Anonymous Monk has asked for the wisdom of the Perl Monks concerning the following question:

Oh learned Monks, I'm trying to inject a string at the begining of each link, so that a call to <a href="abc.com"> becomes <a href="fooabc.com">
I think I'm on the right track, but my code so far has two failings:
1. It doesn't work if there are more than one href on a line
2. I can't figure how to inject the 'foo' backinto the string.
Any tips or pointers in the right direction would be much appreciated:
my $browser = LWP::UserAgent->new; my $response = $browser->get( $in{url} ); if ( $response->status_line eq '200 OK' ) { my $html = $response->content; print "fetching $in{url}"; while( $html=~ m/<a href="\s*(.+)\s*"/g ) { print print "links $1<br>\n"; } }

Replies are listed 'Best First'.
Re: regex question
by Corion (Patriarch) on Jul 10, 2007 at 07:51 UTC

    Your regex m/<a href="\s*(.+)\s*"/g is too greedy - the .* gobbles up as much of the string as possible, so for the line

    <a href="link1">link 1</a>Some text<a href="link2">link 2</a>

    $1 will be

    link1">link 1</a>Some text<a href="link2"

    instead of what you expected:

    link1

    What you want to do in the first step is to make the match non-greedy, or make it stop at the first double-quote it encounters:

    m/<a href="\s*(.+?)\s*"/g # non-greedy due to .*? m/<a href="\s*([^"]+)\s*"/g # stops at first "

    Neither of these solutions will work with arbitrary HTML, so if you want to rewrite HTML pages from more than one source, you will likely be better off with a HTML parser like HTML::TokeParser::Simple.

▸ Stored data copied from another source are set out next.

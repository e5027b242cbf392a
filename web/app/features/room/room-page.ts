import {
  ChangeDetectionStrategy,
  Component,
  computed,
  effect,
  inject,
  input,
  signal,
  untracked,
} from '@angular/core';
import { RouterLink } from '@angular/router';
import { LiveStore } from '../../core/live/live-store';
import { RoomTexts } from '../../core/live/room-text';
import { PageTitles } from '../../core/page-titles';
import { Session } from '../../core/session/session';
import { StudioClock } from '../../core/time/studio-clock';
import { ChartShell, type ChartView } from '../../ui/chart-shell';
import { EmptyNote } from '../../ui/empty-note';
import { ErrorNote } from '../../ui/error-note';
import { Icon } from '../../ui/icon';
import { LoadingNote } from '../../ui/loading-note';
import { PageHeader } from '../../ui/page-header';
import { RackWall } from '../../ui/rack-wall';
import { RoomFigures } from '../../ui/room-figures';
import { StateSentence } from '../../ui/state-sentence';
import type { Status } from '../../ui/status-mark';
import { wallLayout } from '../../ui/wall-layout';
import { WallLegend } from '../../ui/wall-legend';
import { PeriodPicker } from './period-picker';
import { RoomChartView } from './room-chart';
import { RoomLimitsList } from './room-limits-list';
import { RoomMarks } from './room-marks';
import { RoomMeasuresList } from './room-measures-list';
import { RoomSensors } from './room-sensors';
import { RoomStore } from './room-store';
import { SeriesTable } from './series-table';

const RELOAD_MS = 15_000;

/** One room: its wall large, its chart, its sensors, what it has done, its limits and notes. */
@Component({
  selector: 'sr-room-page',
  imports: [
    ChartShell,
    EmptyNote,
    ErrorNote,
    Icon,
    LoadingNote,
    PageHeader,
    PeriodPicker,
    RackWall,
    RoomChartView,
    RoomFigures,
    RoomLimitsList,
    RoomMarks,
    RoomMeasuresList,
    RoomSensors,
    RouterLink,
    SeriesTable,
    StateSentence,
    WallLegend,
  ],
  providers: [RoomStore],
  templateUrl: './room-page.html',
  styleUrl: './room-page.scss',
  changeDetection: ChangeDetectionStrategy.OnPush,
})
export class RoomPage {
  /** From the address. */
  readonly roomId = input.required<string>();

  protected readonly live = inject(LiveStore);
  protected readonly store = inject(RoomStore);
  private readonly session = inject(Session);
  private readonly texts = inject(RoomTexts);
  private readonly clock = inject(StudioClock);
  private readonly titles = inject(PageTitles);
  private loadedAt = 0;

  protected readonly view = signal<ChartView>('chart');
  /** The room with everything its page shows live; undefined while unknown or not one's own. */
  protected readonly place = computed(() => this.live.room(this.roomId()));
  protected readonly text = computed(() => {
    const place = this.place();
    return place ? this.texts.of(place.studio, place.room) : null;
  });
  protected readonly racks = computed(() => {
    const place = this.place();
    const text = this.text();
    if (!place || !text) return [];
    const { info, batches } = place.room;
    return wallLayout(info().racks, batches(), text.blockWords(), this.clock.cell());
  });
  protected readonly status = computed<Status>(() => {
    const condition = this.place()?.room.condition() ?? 'fine';
    if (condition === 'fine') return 'good';
    return condition === 'never-heard' ? 'silent' : condition;
  });
  /** "Quay Street, Lisbon 15:42" */
  protected readonly note = computed(() => {
    const formats = this.text()?.formats();
    const place = this.place();
    return formats && place
      ? `${place.studio.studio().name}, ${formats.city} ${formats.time(this.clock.minute())}`
      : '';
  });
  protected readonly may = computed(() => {
    const studioId = this.place()?.studio.id ?? '';
    return {
      sensors: this.session.may('sensors.read', studioId),
      write: this.session.may('rooms.write', studioId),
    };
  });
  /** What the chart shows, in one sentence. */
  protected readonly summary = computed(() => {
    const measures = this.store.measures();
    const formats = this.text()?.formats();
    if (!measures || !formats) return '';
    if (measures.minCelsius === null || measures.maxCelsius === null) return 'No reading in this period.';
    const gap =
      measures.gapHours > 0 ? `, ${formats.duration(measures.gapHours * 3_600_000)} without readings` : '';
    return `${formats.temperatureFigure(measures.minCelsius)} to ${formats.temperature(measures.maxCelsius)}${gap}.`;
  });
  /** "Alerts reach Ines Aldous first, then Tomas Reeve, each after 30 min without acknowledgement; the owner last." */
  protected readonly recipients = computed(() => {
    const people = this.store.people();
    const studio = this.place()?.studio.studio();
    if (!people || !studio) return '';
    const names = studio.recipients.map(
      (id) => people.find((person) => person.id === id)?.name ?? 'somebody who left',
    );
    if (names.length === 0) return 'Alerts reach the owner; nobody else is named.';
    return `Alerts reach ${names.join(', then ')}, each after ${studio.escalateAfterMinutes} min without acknowledgement, the owner last.`;
  });

  constructor() {
    const known = computed(() => this.place()?.studio.id ?? null);
    effect(() => {
      const studioId = known();
      const roomId = this.roomId();
      if (studioId !== null) untracked(() => this.open(studioId, roomId));
    });
    effect(() => this.titles.name(this.place()?.room.info().name ?? 'Room'));
    // A finished cell moves a chart that ends now; in the fast demo not with every cell.
    effect(() => {
      this.place()?.room.ribbon();
      untracked(() => this.follow());
    });
  }

  private open(studioId: string, roomId: string): void {
    this.loadedAt = performance.now();
    this.store.open(studioId, roomId);
  }

  private follow(): void {
    const { kind } = this.store.period();
    const soon = performance.now() - this.loadedAt < RELOAD_MS;
    if (soon || (kind !== '6h' && kind !== '24h') || this.store.seriesLoading()) return;
    this.loadedAt = performance.now();
    this.store.loadPeriod();
  }
}
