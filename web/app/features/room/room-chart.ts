import { ChangeDetectionStrategy, Component, computed, input } from '@angular/core';
import type { RoomSeries } from '#shared/contract/rooms';
import type { StudioFormats } from '../../core/time/studio-formats';
import { type ChartOptions, EChart } from '../../ui/e-chart';
import { roomChartOptions } from './room-chart-options';

/** The room's chart; loaded only when it comes into view. */
@Component({
  selector: 'sr-room-chart',
  imports: [EChart],
  template: `<sr-e-chart [options]="options()" [label]="label()" [height]="narrow ? 360 : 420" />`,
  changeDetection: ChangeDetectionStrategy.OnPush,
})
export class RoomChartView {
  readonly series = input.required<RoomSeries>();
  /** Ends of the period, epoch ms. */
  readonly shown = input.required<{ readonly from: number; readonly to: number }>();
  readonly formats = input.required<StudioFormats>();
  /** The chart in words. */
  readonly label = input.required<string>();

  protected readonly narrow = matchMedia('(max-width: 700px)').matches;
  protected readonly options = computed<ChartOptions>(() => {
    const chart = { series: this.series(), ...this.shown(), formats: this.formats(), narrow: this.narrow };
    return (colours) => roomChartOptions(chart, colours);
  });
}
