import {
  ChangeDetectionStrategy,
  Component,
  effect,
  inject,
  input,
  output,
  signal,
  untracked,
} from '@angular/core';
import { NonNullableFormBuilder, ReactiveFormsModule, Validators } from '@angular/forms';
import { MatButton } from '@angular/material/button';
import { MatButtonToggle, MatButtonToggleGroup } from '@angular/material/button-toggle';
import { MatFormField, MatLabel } from '@angular/material/form-field';
import { MatInput } from '@angular/material/input';
import { instantOfLocal, localInput } from '../../core/time/zoned-time';
import { type Period, type PeriodName, PERIODS } from './period';

/** Chooses 6 h to a year up to now, or a range of one's own in the studio's time. */
@Component({
  selector: 'sr-period-picker',
  imports: [
    MatButton,
    MatButtonToggle,
    MatButtonToggleGroup,
    MatFormField,
    MatInput,
    MatLabel,
    ReactiveFormsModule,
  ],
  template: `<mat-button-toggle-group
      hideSingleSelectionIndicator
      [value]="period().kind"
      (change)="choose($event.value)"
      aria-label="Period"
    >
      @for (one of periods; track one.name) {
        <mat-button-toggle [value]="one.name">{{ one.label }}</mat-button-toggle>
      }
      <mat-button-toggle value="own">Own</mat-button-toggle>
    </mat-button-toggle-group>
    @if (asking()) {
      <form [formGroup]="form" (ngSubmit)="submit()">
        <mat-form-field subscriptSizing="dynamic">
          <mat-label>From ({{ city() }} time)</mat-label>
          <input matInput type="datetime-local" formControlName="from" required />
        </mat-form-field>
        <mat-form-field subscriptSizing="dynamic">
          <mat-label>To</mat-label>
          <input matInput type="datetime-local" formControlName="to" required />
        </mat-form-field>
        <button mat-stroked-button type="submit">Show</button>
        @if (fault()) {
          <p role="alert">{{ fault() }}</p>
        }
      </form>
    }`,
  styles: `
    :host {
      display: grid;
      gap: 12px;
      justify-items: start;
    }
    form {
      display: flex;
      flex-wrap: wrap;
      gap: 12px;
      align-items: center;
    }
    p {
      color: var(--mat-sys-error);
    }
    @media (max-width: 400px) {
      mat-button-toggle {
        font-size: 14px;
      }
    }
  `,
  changeDetection: ChangeDetectionStrategy.OnPush,
})
export class PeriodPicker {
  readonly period = input.required<Period>();
  /** The stretch shown now; an own range starts from it. */
  readonly shown = input.required<{ readonly from: number; readonly to: number }>();
  readonly timeZone = input.required<string>();
  readonly city = input.required<string>();
  readonly chosen = output<Period>();

  protected readonly periods = PERIODS;
  protected readonly asking = signal(false);
  protected readonly fault = signal('');
  protected readonly form = inject(NonNullableFormBuilder).group({
    from: ['', Validators.required],
    to: ['', Validators.required],
  });

  constructor() {
    effect(() => this.asking.set(this.period().kind === 'own' || untracked(this.asking)));
  }

  protected choose(kind: PeriodName | 'own'): void {
    this.asking.set(kind === 'own');
    if (kind !== 'own') {
      this.chosen.emit({ kind });
      return;
    }
    const { from, to } = this.shown();
    this.form.setValue({ from: localInput(from, this.timeZone()), to: localInput(to, this.timeZone()) });
  }

  protected submit(): void {
    const { from, to } = this.form.getRawValue();
    if (!from || !to) {
      this.fault.set('Give both ends of the range.');
      return;
    }
    const range = { from: instantOfLocal(from, this.timeZone()), to: instantOfLocal(to, this.timeZone()) };
    this.fault.set(range.from < range.to ? '' : 'The range must end after it begins.');
    if (range.from < range.to) this.chosen.emit({ kind: 'own', ...range });
  }
}
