import { computed, type Signal, signal } from '@angular/core';
import type { BatchCard } from '#shared/contract/batches';
import type { Ribbon, RoomNow, RoomWall } from '#shared/contract/overview';
import { mergedRibbon } from './ribbon-merge';

/** What of a room changes only when somebody changes it. */
export type RoomInfo = Pick<RoomWall, 'id' | 'name' | 'position' | 'limits' | 'racks'>;

/** One room as it is now; each part is a signal of its own, so that a frame redraws only what it touches. */
export class RoomLive {
  readonly id: string;
  readonly studioId: string;
  readonly info: Signal<RoomInfo>;
  readonly now: Signal<RoomNow>;
  /** What `now` says of them, for what need not change with every reading. */
  readonly condition = computed(() => this.now().condition);
  readonly stale = computed(() => this.now().stale);
  readonly ribbon: Signal<Ribbon>;
  /** Curing batches standing in the room. */
  readonly batches: Signal<readonly BatchCard[]>;

  private readonly writableInfo;
  private readonly writableNow;
  private readonly writableRibbon;
  private readonly writableBatches = signal<readonly BatchCard[]>([]);

  constructor(studioId: string, wall: RoomWall) {
    this.id = wall.id;
    this.studioId = studioId;
    this.writableInfo = signal<RoomInfo>(wall);
    this.writableNow = signal(wall.now);
    this.writableRibbon = signal(wall.ribbon);
    this.info = this.writableInfo.asReadonly();
    this.now = this.writableNow.asReadonly();
    this.ribbon = this.writableRibbon.asReadonly();
    this.batches = this.writableBatches.asReadonly();
  }

  /** Takes the room from a fresh overview. */
  takeWall(wall: RoomWall): void {
    this.writableInfo.set(wall);
    this.writableNow.set(wall.now);
    this.writableRibbon.set(wall.ribbon);
  }

  takeNow(now: RoomNow): void {
    this.writableNow.set(now);
  }

  /** Takes finished cells; they replace or continue what is known. */
  takeRibbon(cells: Ribbon): void {
    this.writableRibbon.update((before) => mergedRibbon(before, cells));
  }

  takeBatches(batches: readonly BatchCard[]): void {
    this.writableBatches.set(batches);
  }
}
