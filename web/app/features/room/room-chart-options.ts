import type { EChartsCoreOption } from 'echarts/core';
import type { RoomMark, RoomSeries, SeriesPoint } from '#shared/contract/rooms';
import { toFahrenheit } from '#shared/units/temperature';
import type { StudioFormats } from '../../core/time/studio-formats';
import { timeTicks } from '../../core/time/time-ticks';
import type { ChartColours } from '../../ui/chart-palette';

export interface RoomChart {
  readonly series: RoomSeries;
  /** Ends of the period, epoch ms. */
  readonly from: number;
  readonly to: number;
  readonly formats: StudioFormats;
  /** Drawn on a phone: fewer ticks, no mark labels. */
  readonly narrow: boolean;
}

type Value = readonly [number, number | null];

const CELL_MINUTES = 10;
const STEPS = [1, 2, 5, 10, 20];
const LABELLED_MARKS = 6;
const DENSE = 700;

/**
 * Temperature and dew point above, humidity below, on one time axis of the studio's wall clock: the room's band, the
 * frosting limits of what stands there, alerts as stretches, moves and pours as lines, gaps as gaps, and the range
 * from lowest to highest where a point stands for more than ten minutes.
 */
export function roomChartOptions(chart: RoomChart, colours: ChartColours): EChartsCoreOption {
  const { series, formats } = chart;
  const degrees = (celsius: number) => (formats.unit === 'C' ? celsius : toFahrenheit(celsius));
  const zoomedOut = series.stepMinutes > CELL_MINUTES;
  const points = withGaps(series);
  const pick = (read: (point: SeriesPoint) => number | null, write = (value: number) => value): Value[] =>
    points.map((point) => {
      const value = read(point);
      return [Date.parse(point.at), value === null ? null : write(value)];
    });
  const line = (name: string, axis: number, colour: string, data: Value[], extra: object = {}) => ({
    name,
    type: 'line',
    xAxisIndex: axis,
    yAxisIndex: axis,
    data,
    showSymbol: false,
    connectNulls: false,
    color: colour,
    lineStyle: { width: points.length > DENSE ? 1.1 : 1.8, color: colour },
    ...extra,
  });
  const temperature = line(
    `Temperature ${formats.unitSign}`,
    0,
    colours.ink,
    pick((p) => p.t, degrees),
    {
      z: 4,
      markArea: { silent: true, data: [bandOf(series, degrees, colours), ...alertsOf(chart, colours)] },
      markLine: { symbol: 'none', animation: false, data: linesOf(chart, degrees, colours) },
    },
  );
  const dewPoint = line(
    `Dew point ${formats.unitSign}`,
    0,
    colours.damp,
    pick((p) => p.dewPoint, degrees),
    { lineStyle: { width: 1.4, type: [5, 4], color: colours.damp } },
  );
  const humidity = line(
    'Humidity %',
    1,
    colours.cold,
    pick((p) => p.rh),
  );
  return {
    aria: { enabled: false },
    grid: [
      { left: 44, right: 14, top: 26, height: '56%' },
      { left: 44, right: 14, bottom: 28, height: '21%' },
    ],
    xAxis: [timeAxis(chart, 0, false, colours), timeAxis(chart, 1, true, colours)],
    yAxis: [
      valueAxis(0, colours, degreesShown(points, series).map(degrees), 5),
      valueAxis(1, colours, humidityShown(points), 2),
    ],
    tooltip: tooltip(chart, colours),
    axisPointer: { link: [{ xAxisIndex: 'all' }] },
    series: [
      ...(zoomedOut
        ? [
            ...rangeOf(
              't',
              0,
              colours.ink,
              pick((p) => p.tMin, degrees),
              pick((p) => p.tMax, degrees),
            ),
            ...rangeOf(
              'rh',
              1,
              colours.cold,
              pick((p) => p.rhMin),
              pick((p) => p.rhMax),
            ),
          ]
        : []),
      temperature,
      dewPoint,
      humidity,
    ],
  };
}

/** Points with a null between two that lie further apart than the step, so that a gap is drawn as one. */
export function withGaps(series: RoomSeries): SeriesPoint[] {
  const step = series.stepMinutes * 60_000;
  return series.points.flatMap((point, index) => {
    const before = series.points[index - 1];
    const hole = before && Date.parse(point.at) - Date.parse(before.at) > 1.5 * step;
    if (!hole) return [point];
    const at = new Date(Date.parse(before.at) + step).toISOString();
    return [
      { at, t: null, tMin: null, tMax: null, rh: null, rhMin: null, rhMax: null, dewPoint: null },
      point,
    ];
  });
}

/** Two stacked lines with the area between them: lowest to highest. */
function rangeOf(name: string, axis: number, colour: string, low: Value[], high: Value[]) {
  const between = high.map(([at, top], index): Value => {
    const bottom = low[index]?.[1] ?? null;
    return [at, top === null || bottom === null ? null : top - bottom];
  });
  const hidden = {
    type: 'line',
    xAxisIndex: axis,
    yAxisIndex: axis,
    stack: `range ${name}`,
    stackStrategy: 'all',
    showSymbol: false,
    silent: true,
    lineStyle: { width: 0 },
    tooltip: { show: false },
  };
  return [
    { ...hidden, name: `${name} low`, data: low },
    { ...hidden, name: `${name} high`, data: between, areaStyle: { color: colour, opacity: 0.16 } },
  ];
}

function bandOf(series: RoomSeries, degrees: (celsius: number) => number, colours: ChartColours) {
  return [
    { yAxis: degrees(series.band.low), itemStyle: { color: colours.good, opacity: 0.13 } },
    { yAxis: degrees(series.band.high) },
  ];
}

function alertsOf({ series, to }: RoomChart, colours: ChartColours) {
  return series.marks
    .filter((mark) => mark.kind === 'alert')
    .map((mark) => [
      { xAxis: Date.parse(mark.from), itemStyle: { color: colours.heat, opacity: 0.14 } },
      { xAxis: mark.to === null ? to : Date.parse(mark.to) },
    ]);
}

function linesOf(
  { series, formats, narrow }: RoomChart,
  degrees: (c: number) => number,
  colours: ChartColours,
) {
  const label = { color: colours.ink, backgroundColor: colours.paper, padding: [1, 3], fontSize: 12 };
  const limits = series.frostingLimits.map(({ celsius, batches }) => ({
    yAxis: degrees(celsius),
    lineStyle: { color: colours.heat, type: 'dashed', width: 1.4 },
    label: {
      ...label,
      color: colours.heat,
      position: 'insideStartTop',
      formatter: `frosting from ${formats.temperature(celsius)} (${batches.length} ${batches.length === 1 ? 'batch' : 'batches'})`,
    },
  }));
  const moved = series.marks.filter((mark) => mark.kind !== 'alert');
  const show = !narrow && moved.length <= LABELLED_MARKS;
  const moves = moved.map((mark) => ({
    xAxis: Date.parse(mark.from),
    lineStyle: { color: colours.copper, type: 'dotted', width: 1.4 },
    label: { show, ...label, position: 'end', rotate: 0, formatter: shortMark(mark) },
  }));
  return [...limits, ...moves];
}

function shortMark(mark: RoomMark): string {
  return mark.text.length > 22 ? `${mark.text.slice(0, 20)}…` : mark.text;
}

function timeAxis(
  { from, to, formats, narrow }: RoomChart,
  index: number,
  labelled: boolean,
  colours: ChartColours,
) {
  const ticks = timeTicks(from, to, formats.timeZone, narrow ? 4 : 9);
  const labels = new Map(ticks.map((tick) => [tick.at, tick.label]));
  const customValues = ticks.map((tick) => tick.at);
  return {
    type: 'value',
    gridIndex: index,
    min: from,
    max: to,
    axisLine: { lineStyle: { color: colours.hairline } },
    axisTick: { customValues, lineStyle: { color: colours.hairline } },
    axisLabel: {
      show: labelled,
      customValues,
      color: colours.muted,
      fontSize: 13,
      hideOverlap: true,
      formatter: (value: number) => labels.get(value) ?? '',
    },
    splitLine: { show: false },
    axisPointer: { label: { show: false }, lineStyle: { color: colours.muted } },
  };
}

function valueAxis(index: number, colours: ChartColours, values: readonly number[], lines: number) {
  return {
    type: 'value',
    gridIndex: index,
    ...niceRange(values, lines),
    axisLabel: { color: colours.muted, fontSize: 13 },
    splitLine: { lineStyle: { color: colours.hairline } },
  };
}

/** Round ends and a round step that hold all values. Worked value: ([17.2, 26.3], 5) → 16 to 28 by 2. */
export function niceRange(
  values: readonly number[],
  lines: number,
): { min: number; max: number; interval: number } {
  const low = Math.min(...values);
  const high = Math.max(...values);
  const interval = STEPS.find((step) => (high - low) / step <= lines) ?? 50;
  const min = Math.floor(low / interval) * interval;
  return { min, max: Math.max(Math.ceil(high / interval) * interval, min + interval), interval };
}

function degreesShown(points: readonly SeriesPoint[], series: RoomSeries): number[] {
  const measured = points.flatMap((point) => [point.tMin, point.tMax, point.t, point.dewPoint]);
  const limits = series.frostingLimits.map((limit) => limit.celsius);
  return [...measured.filter((value) => value !== null), ...limits, series.band.low, series.band.high];
}

function humidityShown(points: readonly SeriesPoint[]): number[] {
  const measured = points
    .flatMap((point) => [point.rhMin, point.rhMax, point.rh])
    .filter((value) => value !== null);
  return measured.length > 0 ? measured : [40, 60];
}

/** Text only: the canvas draws it, nothing is read as HTML. */
function tooltip({ series, formats }: RoomChart, colours: ChartColours) {
  const byTime = new Map(series.points.map((point) => [Date.parse(point.at), point]));
  return {
    trigger: 'axis',
    renderMode: 'richText',
    confine: true,
    backgroundColor: colours.paper,
    borderColor: colours.hairline,
    textStyle: { color: colours.ink, fontSize: 14 },
    formatter: (hits: readonly { readonly value: Value }[]) => {
      const at = hits[0]?.value[0];
      const point = at === undefined ? undefined : byTime.get(at);
      return at === undefined || !point ? '' : pointWords(point, series.stepMinutes, formats).join('\n');
    },
  };
}

/** One point in words, line by line. */
export function pointWords(point: SeriesPoint, stepMinutes: number, formats: StudioFormats): string[] {
  const range = (low: number | null, high: number | null, write: (value: number) => string) =>
    stepMinutes <= CELL_MINUTES || low === null || high === null ? '' : ` (${write(low)} to ${write(high)})`;
  return [
    formats.dayAndTime(point.at),
    point.t === null
      ? 'no reading'
      : `${formats.temperature(point.t)}${range(point.tMin, point.tMax, formats.temperatureFigure)}`,
    point.rh === null
      ? ''
      : `${formats.humidity(point.rh)} humidity${range(point.rhMin, point.rhMax, (value) => value.toFixed(0))}`,
    point.dewPoint === null ? '' : `dew point ${formats.temperature(point.dewPoint)}`,
  ].filter((words) => words !== '');
}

    The question of how to stuff the changes back into the string is best answered by printing out the tokens you get from HTML::TokeParser::Simple, but if you first want to stick with your regular expression approach, the s/// operator will do a search-and-replace operation:

    $html =~ s!(<a href="\s*)([^"]+)(\s*")!${1}foo$2$3!g;
Re: regex question
by Ovid (Cardinal) on Jul 10, 2007 at 10:31 UTC

    You'll need to customize it, but ...

    use strict; use HTML::TokeParser::Simple 3.15; my $p = HTML::TokeParser::Simple->new( url => $in{$url} ); while ( my $token = $p->get_token ) { if ( $token->is_start_tag('a') ) { my $href = $token->get_attr('href'); $token->set_attr('href', "foo$href"); } print $token->as_is; }

    Cheers,
    Ovid

    New address of my CGI Course.

Re: regex question
by Anonymous Monk on Jul 10, 2007 at 08:24 UTC
    use strict; use warnings; use WWW::Mechanize; my $url = 'http://cpan.org/'; my $mech = WWW::Mechanize->new(); if ( $mech->get( $url ) ){ for my $l ( $mech->links() ){ print "link ", $l->url; } } __END__
      I've tested both methods,and the regex one has some limitations, so I think the mechanise method looks more robust.
      Using the mechanise method, how would you do the replacement using foo?